* _Data for review_
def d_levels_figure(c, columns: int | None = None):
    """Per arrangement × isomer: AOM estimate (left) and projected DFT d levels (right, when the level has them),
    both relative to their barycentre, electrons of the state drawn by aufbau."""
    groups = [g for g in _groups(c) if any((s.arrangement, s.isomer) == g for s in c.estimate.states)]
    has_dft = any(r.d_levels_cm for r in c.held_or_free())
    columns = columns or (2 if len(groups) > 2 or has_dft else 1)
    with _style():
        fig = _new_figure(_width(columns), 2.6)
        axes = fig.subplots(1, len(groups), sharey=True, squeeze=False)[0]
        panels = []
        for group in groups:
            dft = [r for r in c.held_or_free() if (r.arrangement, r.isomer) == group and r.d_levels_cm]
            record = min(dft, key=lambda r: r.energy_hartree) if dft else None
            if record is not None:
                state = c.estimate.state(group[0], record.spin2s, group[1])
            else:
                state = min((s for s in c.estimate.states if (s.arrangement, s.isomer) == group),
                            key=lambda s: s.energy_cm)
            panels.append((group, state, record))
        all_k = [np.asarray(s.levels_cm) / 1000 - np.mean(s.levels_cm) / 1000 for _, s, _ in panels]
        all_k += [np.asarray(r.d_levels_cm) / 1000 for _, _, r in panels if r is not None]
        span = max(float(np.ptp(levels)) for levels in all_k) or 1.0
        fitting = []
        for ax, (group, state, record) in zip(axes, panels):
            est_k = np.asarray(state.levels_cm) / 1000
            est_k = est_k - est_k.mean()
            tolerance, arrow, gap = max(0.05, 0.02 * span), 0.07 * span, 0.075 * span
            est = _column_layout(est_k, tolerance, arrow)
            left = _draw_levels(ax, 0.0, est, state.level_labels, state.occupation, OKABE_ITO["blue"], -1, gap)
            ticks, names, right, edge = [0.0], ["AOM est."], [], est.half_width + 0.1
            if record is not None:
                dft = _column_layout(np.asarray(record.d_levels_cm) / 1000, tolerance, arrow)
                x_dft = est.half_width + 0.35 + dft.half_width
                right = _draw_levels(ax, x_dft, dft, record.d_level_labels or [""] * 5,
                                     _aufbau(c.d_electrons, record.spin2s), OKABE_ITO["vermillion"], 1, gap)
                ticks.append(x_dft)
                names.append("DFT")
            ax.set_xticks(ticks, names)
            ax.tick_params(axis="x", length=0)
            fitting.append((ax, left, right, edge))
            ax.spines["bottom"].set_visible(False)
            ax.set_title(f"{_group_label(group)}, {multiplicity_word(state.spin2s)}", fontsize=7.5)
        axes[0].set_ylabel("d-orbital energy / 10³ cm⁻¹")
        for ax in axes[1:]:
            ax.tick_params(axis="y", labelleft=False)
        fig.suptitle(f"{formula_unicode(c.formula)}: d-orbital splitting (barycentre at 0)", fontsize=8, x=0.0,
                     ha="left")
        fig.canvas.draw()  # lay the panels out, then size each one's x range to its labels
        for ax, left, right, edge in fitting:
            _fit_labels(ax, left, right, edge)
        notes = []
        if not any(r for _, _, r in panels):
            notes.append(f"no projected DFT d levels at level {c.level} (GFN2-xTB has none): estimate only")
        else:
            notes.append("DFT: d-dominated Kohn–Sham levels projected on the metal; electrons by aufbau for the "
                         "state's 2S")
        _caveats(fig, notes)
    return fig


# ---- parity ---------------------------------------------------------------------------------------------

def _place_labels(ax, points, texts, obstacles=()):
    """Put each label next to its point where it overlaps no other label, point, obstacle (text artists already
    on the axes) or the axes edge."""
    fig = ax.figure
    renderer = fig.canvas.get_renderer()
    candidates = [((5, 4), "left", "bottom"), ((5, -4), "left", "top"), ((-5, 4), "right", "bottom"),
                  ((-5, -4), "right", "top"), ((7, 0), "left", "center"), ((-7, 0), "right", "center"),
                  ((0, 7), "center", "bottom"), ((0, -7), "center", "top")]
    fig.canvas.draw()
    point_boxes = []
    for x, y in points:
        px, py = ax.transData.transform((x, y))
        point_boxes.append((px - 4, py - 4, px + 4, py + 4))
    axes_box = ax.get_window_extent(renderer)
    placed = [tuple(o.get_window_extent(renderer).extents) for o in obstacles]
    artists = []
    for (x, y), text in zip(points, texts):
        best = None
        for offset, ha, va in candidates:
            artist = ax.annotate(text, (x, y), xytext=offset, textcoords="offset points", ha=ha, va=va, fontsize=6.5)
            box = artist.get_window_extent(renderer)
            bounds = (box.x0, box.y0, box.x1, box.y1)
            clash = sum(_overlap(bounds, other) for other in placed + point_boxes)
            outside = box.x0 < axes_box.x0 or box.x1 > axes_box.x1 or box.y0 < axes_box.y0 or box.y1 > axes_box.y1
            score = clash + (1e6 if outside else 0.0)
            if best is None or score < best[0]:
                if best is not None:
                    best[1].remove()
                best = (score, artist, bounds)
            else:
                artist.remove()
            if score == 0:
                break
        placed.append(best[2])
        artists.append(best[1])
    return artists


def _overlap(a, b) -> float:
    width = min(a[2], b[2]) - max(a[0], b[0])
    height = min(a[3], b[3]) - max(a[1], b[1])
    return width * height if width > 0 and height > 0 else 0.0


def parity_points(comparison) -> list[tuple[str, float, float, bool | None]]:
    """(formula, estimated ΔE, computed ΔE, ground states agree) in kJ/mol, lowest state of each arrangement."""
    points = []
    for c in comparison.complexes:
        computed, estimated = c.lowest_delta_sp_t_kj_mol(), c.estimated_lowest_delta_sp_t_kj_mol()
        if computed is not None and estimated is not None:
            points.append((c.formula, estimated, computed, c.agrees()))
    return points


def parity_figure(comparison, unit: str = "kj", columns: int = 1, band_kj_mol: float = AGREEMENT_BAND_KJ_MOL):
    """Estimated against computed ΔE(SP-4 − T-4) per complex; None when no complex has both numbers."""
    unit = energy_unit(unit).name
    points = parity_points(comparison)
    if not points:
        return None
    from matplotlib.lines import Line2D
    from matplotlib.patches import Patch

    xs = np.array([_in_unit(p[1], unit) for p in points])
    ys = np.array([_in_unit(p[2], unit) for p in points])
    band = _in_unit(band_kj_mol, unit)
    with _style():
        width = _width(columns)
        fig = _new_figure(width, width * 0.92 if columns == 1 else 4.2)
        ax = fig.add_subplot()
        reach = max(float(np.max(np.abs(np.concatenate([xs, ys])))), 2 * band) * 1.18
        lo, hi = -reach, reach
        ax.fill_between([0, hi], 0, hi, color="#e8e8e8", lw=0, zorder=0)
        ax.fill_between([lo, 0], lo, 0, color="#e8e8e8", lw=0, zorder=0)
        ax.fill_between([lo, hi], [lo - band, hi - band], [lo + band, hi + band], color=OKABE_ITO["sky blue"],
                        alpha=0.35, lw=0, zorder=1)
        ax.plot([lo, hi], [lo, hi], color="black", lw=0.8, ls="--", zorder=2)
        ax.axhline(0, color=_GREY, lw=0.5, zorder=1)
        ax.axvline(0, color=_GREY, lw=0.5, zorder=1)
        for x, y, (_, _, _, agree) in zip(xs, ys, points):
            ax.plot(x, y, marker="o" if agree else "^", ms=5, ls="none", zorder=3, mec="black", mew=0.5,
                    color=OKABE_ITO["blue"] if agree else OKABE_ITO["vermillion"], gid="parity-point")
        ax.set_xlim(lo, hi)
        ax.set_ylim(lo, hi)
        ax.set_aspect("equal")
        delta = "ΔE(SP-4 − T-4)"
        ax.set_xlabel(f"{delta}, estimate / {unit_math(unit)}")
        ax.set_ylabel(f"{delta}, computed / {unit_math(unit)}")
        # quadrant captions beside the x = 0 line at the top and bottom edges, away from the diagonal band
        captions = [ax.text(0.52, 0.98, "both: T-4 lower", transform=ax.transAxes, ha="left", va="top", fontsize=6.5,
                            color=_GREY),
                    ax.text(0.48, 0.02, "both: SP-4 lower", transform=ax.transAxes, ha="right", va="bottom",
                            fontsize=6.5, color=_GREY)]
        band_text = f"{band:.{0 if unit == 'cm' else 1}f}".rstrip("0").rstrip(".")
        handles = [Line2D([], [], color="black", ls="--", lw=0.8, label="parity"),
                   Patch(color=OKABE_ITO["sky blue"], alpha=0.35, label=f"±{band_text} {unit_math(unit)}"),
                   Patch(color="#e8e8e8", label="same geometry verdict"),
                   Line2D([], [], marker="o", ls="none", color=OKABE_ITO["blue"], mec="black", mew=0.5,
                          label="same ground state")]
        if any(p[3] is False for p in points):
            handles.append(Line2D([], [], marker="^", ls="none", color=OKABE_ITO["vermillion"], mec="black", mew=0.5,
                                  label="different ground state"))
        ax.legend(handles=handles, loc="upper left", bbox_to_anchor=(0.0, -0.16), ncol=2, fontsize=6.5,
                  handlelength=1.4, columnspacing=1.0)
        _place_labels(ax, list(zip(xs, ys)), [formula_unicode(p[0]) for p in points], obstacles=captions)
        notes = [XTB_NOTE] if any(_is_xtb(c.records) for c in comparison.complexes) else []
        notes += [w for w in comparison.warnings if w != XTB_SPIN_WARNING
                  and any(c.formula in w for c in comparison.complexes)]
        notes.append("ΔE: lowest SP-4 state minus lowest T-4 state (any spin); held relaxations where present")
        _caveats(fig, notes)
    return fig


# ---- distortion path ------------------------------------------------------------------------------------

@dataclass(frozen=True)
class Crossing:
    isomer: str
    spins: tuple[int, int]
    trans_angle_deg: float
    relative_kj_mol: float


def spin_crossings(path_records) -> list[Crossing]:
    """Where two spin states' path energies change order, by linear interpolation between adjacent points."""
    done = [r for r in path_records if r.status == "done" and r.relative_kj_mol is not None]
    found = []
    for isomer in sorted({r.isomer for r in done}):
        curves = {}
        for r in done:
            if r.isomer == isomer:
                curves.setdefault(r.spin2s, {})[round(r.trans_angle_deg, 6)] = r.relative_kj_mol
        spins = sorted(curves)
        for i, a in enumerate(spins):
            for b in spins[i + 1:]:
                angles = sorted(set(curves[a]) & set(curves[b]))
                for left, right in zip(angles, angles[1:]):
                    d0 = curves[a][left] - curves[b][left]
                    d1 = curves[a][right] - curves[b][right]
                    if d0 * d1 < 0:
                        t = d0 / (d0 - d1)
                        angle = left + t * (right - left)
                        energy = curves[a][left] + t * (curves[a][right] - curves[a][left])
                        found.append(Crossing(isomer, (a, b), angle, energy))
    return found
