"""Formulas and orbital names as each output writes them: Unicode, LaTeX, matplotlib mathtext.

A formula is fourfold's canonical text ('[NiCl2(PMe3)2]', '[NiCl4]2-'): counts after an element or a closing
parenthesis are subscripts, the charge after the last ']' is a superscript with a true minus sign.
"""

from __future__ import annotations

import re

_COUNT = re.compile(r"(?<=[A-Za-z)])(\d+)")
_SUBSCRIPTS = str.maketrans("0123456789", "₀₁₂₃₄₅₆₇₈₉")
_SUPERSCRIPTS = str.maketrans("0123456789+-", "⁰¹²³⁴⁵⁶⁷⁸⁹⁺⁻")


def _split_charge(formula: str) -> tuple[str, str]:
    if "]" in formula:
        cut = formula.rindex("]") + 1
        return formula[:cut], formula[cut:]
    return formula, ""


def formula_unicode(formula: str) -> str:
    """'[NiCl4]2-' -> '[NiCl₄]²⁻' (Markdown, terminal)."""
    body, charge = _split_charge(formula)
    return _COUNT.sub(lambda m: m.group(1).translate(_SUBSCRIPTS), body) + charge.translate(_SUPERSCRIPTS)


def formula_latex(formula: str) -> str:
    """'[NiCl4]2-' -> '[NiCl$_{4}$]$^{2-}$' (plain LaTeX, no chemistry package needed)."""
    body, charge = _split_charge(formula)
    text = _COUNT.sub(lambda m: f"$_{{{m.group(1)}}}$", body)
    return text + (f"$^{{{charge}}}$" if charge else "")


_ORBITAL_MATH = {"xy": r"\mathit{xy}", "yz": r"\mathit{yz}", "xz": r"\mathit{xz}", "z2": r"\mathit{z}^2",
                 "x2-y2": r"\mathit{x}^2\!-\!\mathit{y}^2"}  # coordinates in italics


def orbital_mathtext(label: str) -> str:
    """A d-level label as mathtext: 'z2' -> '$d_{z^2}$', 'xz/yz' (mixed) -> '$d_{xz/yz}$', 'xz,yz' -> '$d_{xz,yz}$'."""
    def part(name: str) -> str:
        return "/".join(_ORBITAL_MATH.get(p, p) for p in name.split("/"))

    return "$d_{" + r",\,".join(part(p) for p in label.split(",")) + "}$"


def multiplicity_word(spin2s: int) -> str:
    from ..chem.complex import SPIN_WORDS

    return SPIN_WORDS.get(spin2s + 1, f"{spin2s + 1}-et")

* _Work to be completed_
Look over the records above, and wherever a line contains the string "lambda", copy that line.

* _Result of this task_
            record = min(dft, key=lambda r: r.energy_hartree) if dft else None
                            key=lambda s: s.energy_cm)
    return _COUNT.sub(lambda m: m.group(1).translate(_SUBSCRIPTS), body) + charge.translate(_SUPERSCRIPTS)
    text = _COUNT.sub(lambda m: f"$_{{{m.group(1)}}}$", body)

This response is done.